Comme expliqué dans cet article,
il est totalement réalisable de tourner rapidement la page nucléaire,
sans pour autant se serrer la ceinture, ou retourner à la bougie et 84 % des français sont prêts à tourner la page. lien
Pourtant Sarközy menace « je ne laisserais pas dilapider l’héritage industriel et énergétique bâti ces 50 dernières années ». lien
Est-ce à dire que s’il perdait la présidentielle, il serait prêt a faire un coup d’état pour reprendre le pouvoir ?
Ou est-ce seulement l’une de ces menaces dont il est coutumier, et
dont l’on sait qu’elles ne sont que des « coups de gueule » si l’on se
souvient des menaces proférées depuis 4 ans sur les parachutes dorés et
les paradis fiscaux ? lien
En tout cas aujourd’hui, la question de sortie du nucléaire n’est plus un tabou.
De la CGT, connue pour son attachement au nucléaire, à la CFDT, en passant par l’Unsa, tous sont favorables à une baisse plus ou moins importante de la part nucléaire en France. lien
Corinne Lepage a une phrase qui résume assez bien l’opinion publique actuelle : « ce n’est pas sortir du nucléaire qui est suicidaire, mais s’entêter dans le nucléaire qui l’est ».
Elle rappelle qu’EDF traîne les pieds pour sécuriser ses centrales, et que la mise aux normes va être beaucoup plus couteuse qu’elle l’affirme.
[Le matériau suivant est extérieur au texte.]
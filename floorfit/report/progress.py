"""A small progress display for long runs, on standard error.

On a terminal it keeps one line up to date (``\\r``); when standard error is not a
terminal (a log file, CI) it prints one plain line per stage instead; with
``quiet=True`` it prints nothing. Every stage line carries the time elapsed since the
run started, so a log shows where the time went.
"""

from __future__ import annotations

import sys
import time
from typing import TextIO

__all__ = ["Progress"]


class Progress:
    """Stages of a run with an optional count inside each.

    A Progress is also a callable: ``progress("name")`` starts a stage, so it can be passed
    wherever a ``progress(message)`` callback is expected; code that finds an ``update``
    attribute on the callback may report counts through it.

    >>> import io
    >>> p = Progress(stream=io.StringIO())
    >>> p.stage("drawing figures")
    >>> p.done()
    """

    def __init__(self, total_stages: int | None = None, *, quiet: bool = False,
                 stream: TextIO | None = None, prefix: str = "floorfit"):
        self.stream = sys.stderr if stream is None else stream
        self.quiet = quiet
        self.total = total_stages
        self.prefix = prefix
        self.index = 0
        self.name = ""
        is_tty = getattr(self.stream, "isatty", None)
        self.live = bool(is_tty and is_tty()) and not quiet
        self._width = 0
        self._started = time.monotonic()
        self._last_draw = 0.0

    def __call__(self, name: str) -> None:
        self.stage(name)

    @property
    def elapsed_s(self) -> float:
        """Seconds since this progress display was created."""
        return time.monotonic() - self._started

    def _counter(self) -> str:
        return f"[{self.index}/{self.total}] " if self.total else ""

    def _clock(self) -> str:
        return f" ({self.elapsed_s:.1f} s)"

    def _draw(self, text: str) -> None:
        line = f"{self.prefix}: {text}"
        pad = max(self._width - len(line), 0)
        self.stream.write("\r" + line + " " * pad)
        self.stream.flush()
        self._width = len(line)

    def stage(self, name: str) -> None:
        """Start the next stage called ``name`` (printed with the elapsed time)."""
        self.index += 1
        self.name = name
        if self.quiet:
            return
        if self.live:
            self._draw(f"{self._counter()}{name}{self._clock()}")
        else:
            self.stream.write(f"{self.prefix}: {self._counter()}{name}{self._clock()}\n")
            self.stream.flush()

    def update(self, done: int, total: int | None = None) -> None:
        """Report ``done`` of ``total`` items in the current stage (terminal only, at most
        ten redraws a second)."""
        if not self.live:
            return
        now = time.monotonic()
        if now - self._last_draw < 0.1 and (total is None or done < total):
            return
        self._last_draw = now
        amount = f"{done}/{total}" if total else str(done)
        self._draw(f"{self._counter()}{self.name} {amount}{self._clock()}")

    def done(self, message: str | None = None) -> None:
        """Finish: clear the live line (or print ``message`` as a plain line)."""
        if self.quiet:
            return
        if self.live:
            self.stream.write("\r" + " " * self._width + "\r")
            self._width = 0
        if message:
            self.stream.write(f"{self.prefix}: {message}{self._clock()}\n")
        self.stream.flush()
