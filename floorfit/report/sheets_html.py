"""The finding sheets in ``report.html``: the same close-ups as the PDF, one finding per printed page.

Each close-up is an SVG exactly the size of the PDF's close-up (no tight cropping), shown at that
size in print, so a printed page keeps the sheet's scale when printed at 100 %.
"""

from __future__ import annotations

import html
import io
from collections.abc import Sequence
from typing import Any

from matplotlib import rc_context

from floorfit.report.closeup import closeup_figure
from floorfit.report.figures import FigureImage, choose_format
from floorfit.report.kinds import kind_style
from floorfit.report.sheets import Sheet

__all__ = ["closeup_images", "sheets_section", "SHEETS_CSS"]

#: Style rules for the sheets (added to the page's style sheet).
SHEETS_CSS = """
section.sheet { border-top: 1px solid var(--rule); margin-top: 1.2rem; padding-top: .6rem; }
section.sheet h3 { margin-top: .2rem; }
section.sheet .cols { display: grid; grid-template-columns: 3fr 2fr; gap: 1.2rem; align-items: start; }
section.sheet figure img { width: 100%; }
section.sheet dl { margin: 0; font-size: .88rem; }
section.sheet dt { font-weight: 700; margin-top: .5rem; color: var(--muted); text-transform: uppercase;
  font-size: .72rem; letter-spacing: .06em; }
section.sheet dd { margin: .1rem 0 0; }
section.sheet table.kv th { width: 45%; }
@media (max-width: 760px) { section.sheet .cols { grid-template-columns: 1fr; } }
@media print {
  section.sheet { break-before: page; break-inside: avoid; border-top: none; }
  section.sheet .cols { display: block; }
  section.sheet figure img { width: var(--sheet-w); max-width: none; max-height: none; }
}
"""


def _e(value: Any) -> str:
    return html.escape("" if value is None else str(value), quote=True)


def _svg(fig: Any) -> bytes:
    buf = io.BytesIO()
    with rc_context({"svg.hashsalt": "floorfit", "svg.fonttype": "path"}):
        fig.savefig(buf, format="svg", metadata={"Date": None, "Creator": None})
    return buf.getvalue()


def _png(fig: Any) -> bytes:
    buf = io.BytesIO()
    fig.savefig(buf, format="png", dpi=150, metadata={"Software": None})
    return buf.getvalue()


def closeup_images(result: Any, sheets: Sequence[Sheet] | None, viewport_mm: tuple[float, float],
                   obstacles: Any = None) -> list[FigureImage]:
    """One figure per sheet (key ``fig-sheet-N``), SVG unless the plan is very large (PNG)."""
    if not sheets:
        return []
    fmt = choose_format(result)
    out = []
    for sheet in sheets:
        fig = closeup_figure(result, sheet, viewport_mm, obstacles)
        data = _svg(fig) if fmt == "svg" else _png(fig)
        f = sheet.finding
        out.append(FigureImage(
            f"fig-sheet-{sheet.number}", f"Finding {sheet.number}", "image/svg+xml" if fmt == "svg" else "image/png",
            data, f"Close-up of finding {sheet.number} at {sheet.scale_text}",
            f"Finding {sheet.number} ({f.id}) at {sheet.scale_text}: {viewport_mm[0]:.0f} × {viewport_mm[1]:.0f} mm "
            f"when printed at 100 %, so 1 m is {1000 / sheet.scale:g} mm on paper."))
    return out


def _sheet_html(result: Any, sheet: Sheet, img: FigureImage | None, figure_html: Any) -> str:
    f = sheet.finding
    st = kind_style(f.kind)
    where = f.label or f"({f.x:.2f}, {f.y:.2f}) m"
    rows = "".join(f"<tr><th>{_e(k)}</th><td>{_e(v)}</td></tr>" for k, v in sheet.numbers)
    bounds = "".join(f"<li>{_e(b.text())}</li>" for b in sheet.bounds) or "<li>none found near the place</li>"
    cut = ", ".join(f.cuts_off) if f.cuts_off else "no station"
    pairs = "; ".join(f"{a} ↔ {b}" for a, b in sheet.pairs)
    pose = ""
    if sheet.pose is not None:
        p = sheet.pose
        pose = (f"<dt>Vehicle shown</dt><dd>{_e(p.note)}; reference point ({p.x:.2f}, {p.y:.2f}) m, heading "
                f"{p.heading_deg:.1f}°.</dd>")
    circles = ""
    if len(sheet.remedy.circles) > 1:
        circles = "<br><span class=\"muted\">Circle centres (m): " + _e(", ".join(
            f"({x:.2f}, {y:.2f})" for x, y, _ in sheet.remedy.circles)) + "</span>"
    fig = figure_html(img) if img is not None else ""
    return (
        f'<section class="sheet" id="sheet-{sheet.number}">'
        f'<h3><span class="badge" style="background:{st.colour}">{sheet.number}</span> '
        f"{_e(st.title)} ({_e(f.cause)}) · {_e(where)} <span class=\"muted\">{_e(f.id)}</span></h3>"
        f'<div class="cols"><div>{fig}</div><div><dl>'
        f"<dt>Finding</dt><dd>{_e(f.summary)}</dd>"
        + (f'<dt>Measured</dt><dd><table class="kv"><tbody>{rows}</tbody></table></dd>' if rows else "")
        + f"<dt>Remedy</dt><dd>{_e(sheet.remedy.text)}{circles}</dd>"
        f"<dt>Bounded by</dt><dd><ul>{bounds}</ul></dd>"
        f"<dt>Cuts off</dt><dd>Stations: {_e(cut)}."
        + (f" Pairs not connected because of it: {_e(pairs)}." if pairs else "") + "</dd>"
        + pose + f"<dt>Scale</dt><dd>{_e(sheet.scale_text)}"
        + (" (cropped round the finding)" if sheet.cropped else "") + "</dd></dl></div></div></section>")


def sheets_section(result: Any, sheets: Sequence[Sheet] | None, by_key: dict[str, FigureImage],
                   figure_html: Any, viewport_mm: tuple[float, float] | None = None) -> tuple[str, str, str] | None:
    """The "Finding sheets" section (anchor, title, inner HTML), or None without findings."""
    if not sheets:
        return None
    width = f"{viewport_mm[0]:.1f}mm" if viewport_mm else "100%"
    intro = (f'<p style="--sheet-w:{width}">One sheet per finding, numbered as in the findings table: a close-up '
             "at a standard scale with the vehicle at the pose that decides the finding, the widths measured, "
             "the remedy computed from the geometry and the drawing entities to change. Printed, each sheet "
             "starts a new page; the close-ups print at their stated scale at 100 %.</p>")
    body = "".join(_sheet_html(result, s, by_key.get(f"fig-sheet-{s.number}"), figure_html) for s in sheets)
    return "sheets", "Finding sheets", f'<div style="--sheet-w:{width}">{intro}{body}</div>'
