"""Project and revision fields of a report, and the facts every sheet's title block carries.

The ``[project]`` table of a site file (read by :mod:`floorfit.plan.site`) gives name,
number, client, revision, prepared_by and date; ``floorfit check --revision`` overrides the
revision. The title block adds what makes a sheet traceable: the drawing and vehicle file
names with the first 12 hex digits of their SHA-256, the floorfit version and the settings
that change answers (heading step, clearance, tolerance).

No date is ever taken from the clock: the date is the one the user gives, else the day of
``SOURCE_DATE_EPOCH`` when that is set (reproducible builds), else left blank. The same
inputs therefore always give the same report.
"""

from __future__ import annotations

import datetime
import hashlib
import os
from collections.abc import Mapping
from dataclasses import dataclass, fields, replace
from pathlib import Path
from typing import Any

from floorfit import __version__

__all__ = ["ProjectInfo", "file_sha12", "source_date", "TitleBlock", "title_block", "settings_text",
           "PROJECT_FIELDS"]

#: (attribute, label) of the project fields, in title-block order.
PROJECT_FIELDS: tuple[tuple[str, str], ...] = (
    ("name", "project"), ("number", "project no."), ("client", "client"),
    ("revision", "revision"), ("prepared_by", "prepared by"), ("date", "date"),
)


@dataclass(frozen=True)
class ProjectInfo:
    """The project fields of a report; every field is text, blank when not given."""

    name: str = ""
    number: str = ""
    client: str = ""
    revision: str = ""
    prepared_by: str = ""
    date: str = ""

    @classmethod
    def from_mapping(cls, data: Mapping[str, Any] | None, *, revision: str | None = None) -> ProjectInfo:
        """From a site file's ``[project]`` table (already validated); ``revision`` overrides it."""
        known = {f.name for f in fields(cls)}
        values = {k: " ".join(str(v).split()) for k, v in (data or {}).items() if k in known and v is not None}
        info = cls(**values)
        if revision is not None and str(revision).strip():
            info = replace(info, revision=" ".join(str(revision).split()))
        return info

    @property
    def dated(self) -> str:
        """The date to print: the one given, else SOURCE_DATE_EPOCH's day, else blank."""
        return self.date or source_date() or ""


def source_date() -> str | None:
    """The UTC day of ``SOURCE_DATE_EPOCH`` as ``YYYY-MM-DD``, or None when unset or invalid."""
    text = os.environ.get("SOURCE_DATE_EPOCH", "").strip()
    if not text:
        return None
    try:
        stamp = int(text)
        return datetime.datetime.fromtimestamp(stamp, tz=datetime.UTC).date().isoformat()
    except (ValueError, OverflowError, OSError):
        return None


def source_datetime() -> datetime.datetime | None:
    """``SOURCE_DATE_EPOCH`` as an aware UTC datetime, or None."""
    text = os.environ.get("SOURCE_DATE_EPOCH", "").strip()
    try:
        return datetime.datetime.fromtimestamp(int(text), tz=datetime.UTC) if text else None
    except (ValueError, OverflowError, OSError):
        return None


def file_sha12(path: Any) -> str | None:
    """First 12 hex digits of the SHA-256 of the file at ``path`` (read only), or None."""
    if path is None:
        return None
    p = Path(str(path))
    try:
        if not p.is_file():
            return None
        digest = hashlib.sha256()
        with open(p, "rb") as fh:
            for block in iter(lambda: fh.read(1 << 20), b""):
                digest.update(block)
        return digest.hexdigest()[:12]
    except OSError:
        return None


def _name(path: Any) -> str:
    text = "" if path is None else str(path)
    return os.path.basename(text.rstrip("/\\")) or text


def settings_text(settings: Mapping[str, Any]) -> str:
    """The settings that change answers, as one short line."""
    parts = []
    step = settings.get("heading_step_deg")
    if isinstance(step, (int, float)):
        parts.append(f"heading step {float(step):g}°")
    req = settings.get("required_clearance_m")
    if isinstance(req, (int, float)):
        parts.append(f"clearance {float(req):.2f} m")
    tol = settings.get("tolerance_m")
    if isinstance(tol, (int, float)):
        parts.append(f"tolerance {float(tol) * 1000:.0f} mm")
    margin = settings.get("margin_m")
    if isinstance(margin, (int, float)):
        parts.append(f"margin {float(margin):.2f} m")
    return " · ".join(parts)


@dataclass(frozen=True)
class TitleBlock:
    """Everything a sheet's title block shows (text only)."""

    project: ProjectInfo
    drawing: str
    drawing_sha12: str | None
    vehicle: str
    vehicle_file: str
    vehicle_sha12: str | None
    version: str
    settings: str

    def cells(self) -> list[tuple[str, str]]:
        """(label, value) pairs in print order; blank values print as a dash."""
        p = self.project
        out = [(label, getattr(p, attr) if attr != "date" else p.dated) for attr, label in PROJECT_FIELDS]
        out += [
            ("drawing", f"{self.drawing}" + (f" · sha256 {self.drawing_sha12}" if self.drawing_sha12 else "")),
            ("vehicle", f"{self.vehicle}" + (f" · {self.vehicle_file}" if self.vehicle_file else "")
             + (f" · sha256 {self.vehicle_sha12}" if self.vehicle_sha12 else "")),
            ("settings", self.settings),
            ("made with", f"floorfit {self.version}"),
        ]
        return out


def title_block(result: Any, project: ProjectInfo | None = None) -> TitleBlock:
    """The title block of ``result`` (a CheckResult) with ``project`` fields (blank when None)."""
    vehicle = result.vehicle
    source = getattr(vehicle, "source", None)
    return TitleBlock(
        project=project or ProjectInfo(),
        drawing=_name(result.plan.source), drawing_sha12=file_sha12(result.plan.source),
        vehicle=str(getattr(vehicle, "name", "")), vehicle_file=_name(source) if source else "",
        vehicle_sha12=file_sha12(source), version=__version__,
        settings=settings_text(result.settings or {}))
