def heading_count_figure(result: Any) -> Figure | None:
    """How many of the checked headings are free at each raster cell (None if not given)."""
    hc = result.turnability.get("heading_count")
    if not isinstance(hc, dict) or "counts" not in hc:
        return None
    counts = np.asarray(hc["counts"])
    if counts.ndim != 2 or counts.size == 0:
        return None
    n = int(hc.get("n_headings", int(counts.max()) or 1))
    ox, oy = result.plan.origin
    x0, y0, cell = float(hc["x0"]) + ox, float(hc["y0"]) + oy, float(hc["cell_m"])
    ny, nx = counts.shape
    box = _view_box(result)
    fig, ax = _new_plan_axes(box)
    shown = np.ma.masked_less_equal(counts.astype(float), 0)
    image = ax.imshow(shown, origin="lower", extent=(x0, x0 + nx * cell, y0, y0 + ny * cell),
                      cmap=_COUNT_CMAP, vmin=0.5, vmax=max(n, 1) + 0.5, interpolation="nearest",
                      zorder=1)
    _clip_to_drawing(ax, result.plan, image)
    _draw_obstacles(ax, result.plan, faint=True)
    _draw_stations(ax, result.stations, 0.05 * (box[2] - box[0]))
    _scale_bar(ax, box)
    ax.set_xlim(box[0], box[2])
    ax.set_ylim(box[1], box[3])
    bar = fig.colorbar(image, ax=ax, shrink=0.7, pad=0.02)
    bar.set_label(f"free headings (of {n}); white: none", fontsize=8)
    bar.ax.tick_params(labelsize=7)
    return fig


def _pose_outline(outline: Any, x: float, y: float, heading_deg: float) -> np.ndarray:
    c, s = math.cos(math.radians(heading_deg)), math.sin(math.radians(heading_deg))
    xy = np.asarray(outline.exterior.coords)[:, :2]
    return np.column_stack([x + c * xy[:, 0] - s * xy[:, 1], y + s * xy[:, 0] + c * xy[:, 1]])


def routes_figure(result: Any, routes: list[dict]) -> Figure | None:
    """Swept areas and centre lines of the routes (None when there are none)."""
    if not routes:
        return None
    box = _view_box(result)
    fig, ax = _new_plan_axes(box)
    _draw_obstacles(ax, result.plan)
    shift = _origin(result.plan)
    outline = result.vehicle.outline
    for route in routes:
        swept = route.get("swept")
        path = polygon_path([swept], shift) if swept is not None else None
        if path is not None:
            add_polygon_patch(ax, PathPatch(path, facecolor="#86bfdf", alpha=0.5, edgecolor="#27608f",
                                            linewidth=0.6, zorder=4))
        pts = np.asarray(route.get("path", np.empty((0, 3))), dtype=float).reshape(-1, 3)
        if len(pts):
            ax.plot(pts[:, 0], pts[:, 1], color="#27608f", linewidth=1.2, zorder=7)
            for i in np.unique(np.linspace(0, len(pts) - 1, min(len(pts), 9)).round().astype(int)):
                xy = _pose_outline(outline, *pts[i])
                ax.plot(xy[:, 0], xy[:, 1], color="#1b3d5c", linewidth=0.6, zorder=8)
    _draw_stations(ax, result.stations, 0.05 * (box[2] - box[0]))
    _scale_bar(ax, box)
    handles = _obstacle_handles(result.plan) + [
        Patch(facecolor="#86bfdf", edgecolor="#27608f", label="swept area"),
        Line2D([], [], color="#27608f", linewidth=1.2, label="reference point path"),
        Line2D([], [], color="#1b3d5c", linewidth=0.6, label="vehicle outline along the path"),
        _station_handle(),
    ]
    _legend_below(ax, handles)
    return fig


_PASS_FILL, _PASS_EDGE = "#cfe8d8", "#3d7a55"


def traffic_figure(result: Any) -> Figure | None:
    """Fleet traffic on the plan: passing places (hatched green), single-lane stretches (in the
    single-lane colour) with their narrowest cross-section, and their numbers (None without traffic)."""
    traffic = getattr(result, "traffic", None)
    if traffic is None:
        return None
    box = _view_box(result)
    fig, ax = _new_plan_axes(box)
    _draw_obstacles(ax, result.plan)
    _draw_doors(ax, result.plan)
    shift = _origin(result.plan)
    style = kind_style("single-lane")
    places, stretches = traffic.get("passing_places", []), traffic.get("stretches", [])
    path = polygon_path([p["geometry"] for p in places], shift)
    if path is not None:
        add_polygon_patch(ax, PathPatch(path, facecolor=_PASS_FILL, edgecolor=_PASS_EDGE, hatch="///", linewidth=0.7,
                                        zorder=4))
    path = polygon_path([s["geometry"] for s in stretches], shift)
    if path is not None:
        add_polygon_patch(ax, PathPatch(path, facecolor=style.colour, alpha=0.45, edgecolor=style.colour, linewidth=1.0,
                                        zorder=5))
    for s in stretches:
        (ax0, ay0), (ax1, ay1) = s["narrowest"]
        ax.plot([ax0, ax1], [ay0, ay1], color="#111111", linewidth=1.4, zorder=6, solid_capstyle="butt")
    for item, colour in [(p, _PASS_EDGE) for p in places] + [(s, style.colour) for s in stretches]:
        ax.annotate(plain_text(item["id"]), (item["x"], item["y"]), ha="center", va="center", fontsize=7.5,
                    fontweight="bold", color="#ffffff", zorder=12,
                    bbox={"boxstyle": "round,pad=0.25", "facecolor": colour, "edgecolor": "#ffffff",
                          "linewidth": 0.6})
    _draw_stations(ax, result.stations, 0.05 * (box[2] - box[0]))
    _scale_bar(ax, box)
    handles = _obstacle_handles(result.plan) + [
        Patch(facecolor=_PASS_FILL, edgecolor=_PASS_EDGE, hatch="///", label="passing place (P)"),
        Patch(facecolor=style.colour, alpha=0.45, edgecolor=style.colour, label="single-lane stretch (S)"),
        Line2D([], [], color="#111111", linewidth=1.4, label="narrowest cross-section"),
        _station_handle(),
    ]
    _legend_below(ax, handles)
    return fig


def vehicle_figure(vehicle: Any) -> Figure:
    """The vehicle outline and its footprint with margin, vehicle frame (+x forward), metres."""
    fig = Figure(figsize=(4.2, 3.2))
    ax = fig.add_subplot()
    shift = np.zeros(2)
    foot = polygon_path([vehicle.footprint], shift)
    if foot is not None:
        add_polygon_patch(ax, PathPatch(foot, facecolor="#f3cf94", edgecolor="#a8741a", linewidth=0.8,
                                        linestyle=(0, (4, 2)), label=f"with margin {vehicle.margin_m:g} m"))
    body = polygon_path([vehicle.outline], shift)
    if body is not None:
        add_polygon_patch(ax, PathPatch(body, facecolor="#27608f", alpha=0.85, edgecolor="#1b3d5c",
                                        linewidth=1.0, label="outline"))
    ax.plot([0], [0], marker="+", markersize=12, color="#ffffff", markeredgewidth=2, zorder=5)
    ax.plot([0], [0], marker="+", markersize=10, color="#111111", markeredgewidth=1, zorder=6,
            linestyle="none", label="reference point")
    b = (vehicle.footprint if vehicle.footprint is not None else vehicle.outline).bounds
    span = max(b[2] - b[0], b[3] - b[1], 0.1)
    ax.annotate("forward", xy=(b[2] + 0.15 * span, 0), xytext=(b[2] + 0.02 * span, 0),
                fontsize=7, va="center", ha="left", color="#333333",
                arrowprops={"arrowstyle": "-|>", "color": "#333333"})
    ax.set_xlim(b[0] - 0.1 * span, b[2] + 0.45 * span)
    ax.set_ylim(b[1] - 0.1 * span, b[3] + 0.1 * span)
    ax.set_aspect("equal", adjustable="box")
    ax.tick_params(labelsize=7, colors="#555555")
    ax.set_xlabel("x (m, forward)", fontsize=8)
    ax.set_ylabel("y (m, left)", fontsize=8)
    ax.grid(color="#eeeeee", linewidth=0.5)
    ax.legend(fontsize=7, loc="upper center", bbox_to_anchor=(0.5, -0.2), ncol=3, frameon=False)
    return fig


# -- rendering --------------------------------------------------------------------------------
def render_figure(fig: Figure, fmt: str = "svg") -> bytes:
    """``fig`` as SVG or PNG bytes. SVG carries no date and uses a fixed hash salt, and
    text is drawn as paths, so the output is stable and holds no markup from labels."""
    buf = io.BytesIO()
    with rc_context({"svg.hashsalt": "floorfit", "svg.fonttype": "path"}):
        if fmt == "svg":
            fig.savefig(buf, format="svg", bbox_inches="tight", pad_inches=0.1,
                        metadata={"Date": None, "Creator": None})
        elif fmt == "png":
            fig.savefig(buf, format="png", bbox_inches="tight", pad_inches=0.1, dpi=_PNG_DPI,
                        metadata={"Software": None})
        else:
            raise ValueError(f"figure format must be 'svg' or 'png', not {fmt!r}")
    return buf.getvalue()


_MIME = {"svg": "image/svg+xml", "png": "image/png"}


def draw_report_figures(result: Any, fmt: str | None = None) -> list[FigureImage]:
    """All figures of the report, rendered; absent data leaves its figure out.

    ``fmt`` is ``"svg"``, ``"png"`` or None for :func:`choose_format`.
    """
    fmt = fmt or choose_format(result)
    mime = _MIME[fmt]
    images: list[FigureImage] = []
    fig, hidden = plan_figure(result)
    caption = ("The plan in the drawing frame: obstacles as read from the drawing, doorways, "
               "stations (hexagons) and findings (numbered as in the findings table).")
    if hidden:
        caption += f" {hidden} of {len(result.plan.labels)} drawing labels are not shown."
    images.append(FigureImage("fig-plan", "Plan and findings", mime, render_figure(fig, fmt),
                              "Plan with stations and numbered findings", caption))
    fig = turnability_figure(result)
    if fig is not None:
        images.append(FigureImage(
            "fig-turn", "Where the vehicle can turn", mime, render_figure(fig, fmt),
            "Map of where the vehicle fits, can turn around, or can spin in place",
            "Each colour shows where the vehicle's reference point can be, and how freely the "
            "vehicle can change heading there. Darker means more freedom."))
    fig = heading_count_figure(result)
    if fig is not None:
        images.append(FigureImage(
            "fig-headings", "Free headings per cell", mime, render_figure(fig, fmt),
            "Raster of how many checked headings are free at each cell",
            "How many of the checked headings the vehicle fits at, per raster cell (reference "
            "point in the cell)."))
    routes = list(getattr(result, "routes", None) or [])
    fig = routes_figure(result, routes)
    if fig is not None:
        images.append(FigureImage(
            "fig-routes", "Swept paths", mime, render_figure(fig, fmt),
            "Swept areas of the planned routes",
            "The area the vehicle outline sweeps along each route, with the outline drawn at "
            "a few poses."))
    fig = traffic_figure(result)
    if fig is not None:
        images.append(FigureImage(
            "fig-traffic", "Fleet traffic", mime, render_figure(fig, fmt),
            "Passing places and single-lane stretches on the plan",
            "Floor along the routes between stations where two vehicles can pass each other "
            "(passing places, P) and where they cannot (single-lane stretches, S), with the "
            "narrowest cross-section of each stretch."))
    images.append(FigureImage(
        "fig-vehicle", "Vehicle", mime, render_figure(vehicle_figure(result.vehicle), fmt),
        "Vehicle outline and footprint with margin",
        "Outline in the vehicle frame (+x forward, +y left, origin at the reference point) "
        "and the footprint grown by the safety margin that the check uses."))
    return images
Elle affirme qu’il faudrait payer 400 milliards pour rester dans le nucléaire, et 460 milliards pour en sortir. lien
Benjamin Dessus, économiste et ingénieur, président de « Global Chance », s’exprimant dans les colonnes des « Echos » écrit qu’il est possible de sortir du nucléaire sans pour autant plonger dans le chaos. lien
Alors, faut-il s’exposer à un nouveau Fukushima, en France
ou ailleurs, accepter la multiplication des cancers, continuer
d’accumuler des tonnes de déchets nucléaires ingérables, continuer à
être dépendant énergétiquement et à gâcher des fortunes ?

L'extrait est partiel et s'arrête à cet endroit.